___ Working data ___

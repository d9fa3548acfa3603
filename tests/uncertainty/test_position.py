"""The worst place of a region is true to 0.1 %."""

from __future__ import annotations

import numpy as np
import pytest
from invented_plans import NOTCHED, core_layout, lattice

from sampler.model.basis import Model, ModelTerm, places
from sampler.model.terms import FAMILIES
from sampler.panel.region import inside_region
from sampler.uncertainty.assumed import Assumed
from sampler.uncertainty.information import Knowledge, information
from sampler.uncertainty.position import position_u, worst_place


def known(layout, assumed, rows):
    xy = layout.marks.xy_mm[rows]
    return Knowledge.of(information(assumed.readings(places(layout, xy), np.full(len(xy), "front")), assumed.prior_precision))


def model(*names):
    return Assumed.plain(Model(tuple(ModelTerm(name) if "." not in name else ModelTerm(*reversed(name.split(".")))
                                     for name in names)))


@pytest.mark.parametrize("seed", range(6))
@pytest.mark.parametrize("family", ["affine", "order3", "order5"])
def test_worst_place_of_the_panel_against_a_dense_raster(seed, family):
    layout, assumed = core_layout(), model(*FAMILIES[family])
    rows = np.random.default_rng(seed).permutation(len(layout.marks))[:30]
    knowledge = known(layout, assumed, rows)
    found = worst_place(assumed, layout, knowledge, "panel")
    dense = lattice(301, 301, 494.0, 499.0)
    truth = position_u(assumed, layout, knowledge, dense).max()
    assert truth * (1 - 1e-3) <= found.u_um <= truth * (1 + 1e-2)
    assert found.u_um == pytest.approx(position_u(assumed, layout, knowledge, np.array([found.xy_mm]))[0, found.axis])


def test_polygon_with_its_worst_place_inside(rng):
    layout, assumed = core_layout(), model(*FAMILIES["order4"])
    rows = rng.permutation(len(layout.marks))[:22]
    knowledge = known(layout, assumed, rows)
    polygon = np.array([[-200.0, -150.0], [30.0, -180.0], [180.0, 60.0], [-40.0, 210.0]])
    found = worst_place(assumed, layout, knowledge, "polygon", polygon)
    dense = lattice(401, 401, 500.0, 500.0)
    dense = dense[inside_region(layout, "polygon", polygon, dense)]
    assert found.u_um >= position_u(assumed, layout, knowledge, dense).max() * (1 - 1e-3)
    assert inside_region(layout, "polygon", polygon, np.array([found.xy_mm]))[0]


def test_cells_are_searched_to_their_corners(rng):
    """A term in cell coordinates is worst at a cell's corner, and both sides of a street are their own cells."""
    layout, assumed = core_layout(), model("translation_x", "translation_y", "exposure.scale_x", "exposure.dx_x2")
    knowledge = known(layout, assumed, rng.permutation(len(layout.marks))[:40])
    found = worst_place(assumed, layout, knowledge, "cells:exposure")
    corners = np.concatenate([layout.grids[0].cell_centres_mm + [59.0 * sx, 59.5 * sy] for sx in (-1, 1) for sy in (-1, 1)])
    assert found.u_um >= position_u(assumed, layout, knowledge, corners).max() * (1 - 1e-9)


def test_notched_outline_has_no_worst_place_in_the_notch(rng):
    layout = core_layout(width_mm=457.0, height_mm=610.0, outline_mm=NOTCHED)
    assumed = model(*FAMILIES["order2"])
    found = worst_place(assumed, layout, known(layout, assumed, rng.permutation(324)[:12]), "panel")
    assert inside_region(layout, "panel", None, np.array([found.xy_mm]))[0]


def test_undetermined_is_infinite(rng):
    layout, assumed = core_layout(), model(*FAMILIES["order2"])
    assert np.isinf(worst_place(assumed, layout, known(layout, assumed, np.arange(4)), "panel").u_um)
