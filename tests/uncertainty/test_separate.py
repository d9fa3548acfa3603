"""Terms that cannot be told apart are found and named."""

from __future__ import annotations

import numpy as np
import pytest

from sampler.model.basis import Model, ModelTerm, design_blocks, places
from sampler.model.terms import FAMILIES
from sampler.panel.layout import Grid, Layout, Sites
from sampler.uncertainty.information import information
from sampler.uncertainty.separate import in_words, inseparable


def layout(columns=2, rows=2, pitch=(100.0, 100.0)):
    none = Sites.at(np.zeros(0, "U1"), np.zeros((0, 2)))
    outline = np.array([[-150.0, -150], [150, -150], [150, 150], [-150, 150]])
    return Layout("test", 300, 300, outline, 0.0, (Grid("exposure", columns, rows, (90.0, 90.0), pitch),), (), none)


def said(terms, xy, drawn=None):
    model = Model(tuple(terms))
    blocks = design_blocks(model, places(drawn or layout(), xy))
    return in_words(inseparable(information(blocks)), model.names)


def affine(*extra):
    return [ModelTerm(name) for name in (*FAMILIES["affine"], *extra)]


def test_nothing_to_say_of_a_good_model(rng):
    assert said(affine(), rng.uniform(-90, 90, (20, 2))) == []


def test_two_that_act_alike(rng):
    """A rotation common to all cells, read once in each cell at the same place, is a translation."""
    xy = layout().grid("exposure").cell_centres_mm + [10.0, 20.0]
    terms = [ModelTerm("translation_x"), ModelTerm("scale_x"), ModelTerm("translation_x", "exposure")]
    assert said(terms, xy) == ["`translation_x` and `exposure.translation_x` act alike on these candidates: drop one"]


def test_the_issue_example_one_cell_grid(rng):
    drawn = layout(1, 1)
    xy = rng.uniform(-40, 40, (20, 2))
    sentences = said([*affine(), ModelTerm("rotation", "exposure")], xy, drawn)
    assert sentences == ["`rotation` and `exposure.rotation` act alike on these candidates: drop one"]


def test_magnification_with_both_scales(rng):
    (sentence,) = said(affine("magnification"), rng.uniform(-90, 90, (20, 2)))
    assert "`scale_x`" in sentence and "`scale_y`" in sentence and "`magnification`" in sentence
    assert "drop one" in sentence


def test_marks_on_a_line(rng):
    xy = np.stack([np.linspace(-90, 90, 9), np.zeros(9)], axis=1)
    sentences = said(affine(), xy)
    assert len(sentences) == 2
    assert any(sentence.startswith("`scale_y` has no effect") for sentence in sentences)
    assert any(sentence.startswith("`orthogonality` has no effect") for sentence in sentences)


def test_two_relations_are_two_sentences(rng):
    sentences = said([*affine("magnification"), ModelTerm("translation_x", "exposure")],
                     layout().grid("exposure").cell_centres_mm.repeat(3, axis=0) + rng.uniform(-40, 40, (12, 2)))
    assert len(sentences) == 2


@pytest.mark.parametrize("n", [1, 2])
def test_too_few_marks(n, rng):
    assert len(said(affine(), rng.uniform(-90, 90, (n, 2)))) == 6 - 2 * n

___
___ Working data ___

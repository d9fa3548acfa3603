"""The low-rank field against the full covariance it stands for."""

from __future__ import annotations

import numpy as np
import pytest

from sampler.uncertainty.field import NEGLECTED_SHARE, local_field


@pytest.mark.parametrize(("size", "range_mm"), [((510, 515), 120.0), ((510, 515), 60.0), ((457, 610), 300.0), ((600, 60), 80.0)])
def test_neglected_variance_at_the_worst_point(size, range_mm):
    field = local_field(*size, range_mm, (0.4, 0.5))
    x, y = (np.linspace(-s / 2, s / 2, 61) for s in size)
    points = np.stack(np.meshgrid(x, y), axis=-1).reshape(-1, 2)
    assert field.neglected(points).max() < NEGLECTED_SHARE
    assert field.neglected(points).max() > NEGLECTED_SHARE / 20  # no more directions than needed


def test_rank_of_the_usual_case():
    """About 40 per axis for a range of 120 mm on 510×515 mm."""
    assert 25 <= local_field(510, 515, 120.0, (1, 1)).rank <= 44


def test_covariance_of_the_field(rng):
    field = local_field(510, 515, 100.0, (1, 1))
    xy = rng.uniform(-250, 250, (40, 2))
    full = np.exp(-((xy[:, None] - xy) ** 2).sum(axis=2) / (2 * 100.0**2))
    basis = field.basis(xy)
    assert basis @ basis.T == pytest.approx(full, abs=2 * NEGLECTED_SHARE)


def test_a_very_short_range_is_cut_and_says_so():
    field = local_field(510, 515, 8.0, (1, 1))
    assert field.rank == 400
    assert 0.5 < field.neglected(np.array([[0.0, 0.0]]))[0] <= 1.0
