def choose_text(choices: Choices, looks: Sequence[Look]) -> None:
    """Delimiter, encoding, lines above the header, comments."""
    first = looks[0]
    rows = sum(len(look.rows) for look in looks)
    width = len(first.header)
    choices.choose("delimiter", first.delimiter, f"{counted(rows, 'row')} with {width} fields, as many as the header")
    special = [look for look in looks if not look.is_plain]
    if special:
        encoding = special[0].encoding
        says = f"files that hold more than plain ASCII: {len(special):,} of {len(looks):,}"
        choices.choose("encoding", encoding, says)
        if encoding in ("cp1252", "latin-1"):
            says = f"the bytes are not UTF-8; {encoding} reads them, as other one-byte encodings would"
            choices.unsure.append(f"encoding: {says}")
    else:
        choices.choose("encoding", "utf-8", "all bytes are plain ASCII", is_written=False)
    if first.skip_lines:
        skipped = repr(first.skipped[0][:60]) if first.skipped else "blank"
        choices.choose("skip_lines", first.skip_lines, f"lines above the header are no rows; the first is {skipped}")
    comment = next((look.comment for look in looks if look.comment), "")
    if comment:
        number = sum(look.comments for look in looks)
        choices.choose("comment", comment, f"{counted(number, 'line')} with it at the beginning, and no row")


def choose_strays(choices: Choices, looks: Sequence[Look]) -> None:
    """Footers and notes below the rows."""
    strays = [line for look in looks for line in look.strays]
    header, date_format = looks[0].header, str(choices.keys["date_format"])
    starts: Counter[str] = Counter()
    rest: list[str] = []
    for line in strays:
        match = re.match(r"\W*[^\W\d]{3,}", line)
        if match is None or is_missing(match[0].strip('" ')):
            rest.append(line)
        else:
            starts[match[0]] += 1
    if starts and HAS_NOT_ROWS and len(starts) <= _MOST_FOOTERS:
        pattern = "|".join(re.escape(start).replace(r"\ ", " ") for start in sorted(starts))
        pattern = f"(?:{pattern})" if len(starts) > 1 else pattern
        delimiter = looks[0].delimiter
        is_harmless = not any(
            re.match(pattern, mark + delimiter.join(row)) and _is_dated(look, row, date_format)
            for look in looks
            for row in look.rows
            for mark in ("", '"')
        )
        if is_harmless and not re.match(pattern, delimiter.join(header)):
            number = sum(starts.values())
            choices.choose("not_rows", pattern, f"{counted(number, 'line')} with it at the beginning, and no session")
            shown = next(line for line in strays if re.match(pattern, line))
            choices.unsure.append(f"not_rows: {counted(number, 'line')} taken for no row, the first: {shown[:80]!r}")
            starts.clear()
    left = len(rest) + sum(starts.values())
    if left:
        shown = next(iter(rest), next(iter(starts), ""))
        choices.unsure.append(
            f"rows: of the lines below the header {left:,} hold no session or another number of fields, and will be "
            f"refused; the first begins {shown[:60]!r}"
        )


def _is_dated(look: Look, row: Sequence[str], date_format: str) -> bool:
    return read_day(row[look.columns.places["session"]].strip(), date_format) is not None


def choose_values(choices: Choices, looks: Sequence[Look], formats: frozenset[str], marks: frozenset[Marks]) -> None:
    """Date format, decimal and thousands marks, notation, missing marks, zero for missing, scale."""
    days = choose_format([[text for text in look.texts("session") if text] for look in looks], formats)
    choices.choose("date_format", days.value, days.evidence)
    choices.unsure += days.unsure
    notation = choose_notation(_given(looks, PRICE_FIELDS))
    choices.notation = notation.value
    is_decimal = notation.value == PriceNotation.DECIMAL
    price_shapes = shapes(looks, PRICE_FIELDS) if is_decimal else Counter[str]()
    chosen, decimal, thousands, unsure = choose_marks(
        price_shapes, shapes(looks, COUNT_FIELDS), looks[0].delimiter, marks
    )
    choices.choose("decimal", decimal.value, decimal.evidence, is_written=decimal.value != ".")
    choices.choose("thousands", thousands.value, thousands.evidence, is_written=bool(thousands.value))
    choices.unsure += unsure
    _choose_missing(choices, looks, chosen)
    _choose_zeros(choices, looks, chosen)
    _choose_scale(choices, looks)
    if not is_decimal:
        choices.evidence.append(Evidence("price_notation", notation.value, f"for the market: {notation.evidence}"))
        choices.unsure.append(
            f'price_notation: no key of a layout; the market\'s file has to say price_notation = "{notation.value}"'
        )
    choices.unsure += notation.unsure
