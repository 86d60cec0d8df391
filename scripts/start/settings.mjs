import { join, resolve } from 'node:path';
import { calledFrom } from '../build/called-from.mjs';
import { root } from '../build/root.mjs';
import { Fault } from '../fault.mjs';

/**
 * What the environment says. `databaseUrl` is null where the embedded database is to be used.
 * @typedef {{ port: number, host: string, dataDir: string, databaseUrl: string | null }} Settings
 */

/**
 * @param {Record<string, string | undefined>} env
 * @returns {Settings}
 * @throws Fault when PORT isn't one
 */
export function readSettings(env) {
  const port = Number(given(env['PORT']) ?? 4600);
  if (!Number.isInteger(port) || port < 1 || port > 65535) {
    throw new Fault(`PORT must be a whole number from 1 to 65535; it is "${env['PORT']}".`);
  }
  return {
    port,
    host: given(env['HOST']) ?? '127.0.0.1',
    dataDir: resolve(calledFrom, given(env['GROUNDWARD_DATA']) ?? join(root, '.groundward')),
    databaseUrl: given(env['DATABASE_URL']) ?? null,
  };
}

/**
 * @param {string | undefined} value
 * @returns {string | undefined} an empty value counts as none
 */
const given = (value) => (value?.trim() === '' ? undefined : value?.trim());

___

* [Problem requirements]
Wherever the string "points" appears in the data above, report the whole line.

* [Completed exercise]
    points = np.stack(np.meshgrid(x, y), axis=-1).reshape(-1, 2)
    assert field.neglected(points).max() < NEGLECTED_SHARE
    assert field.neglected(points).max() > NEGLECTED_SHARE / 20  # no more directions than needed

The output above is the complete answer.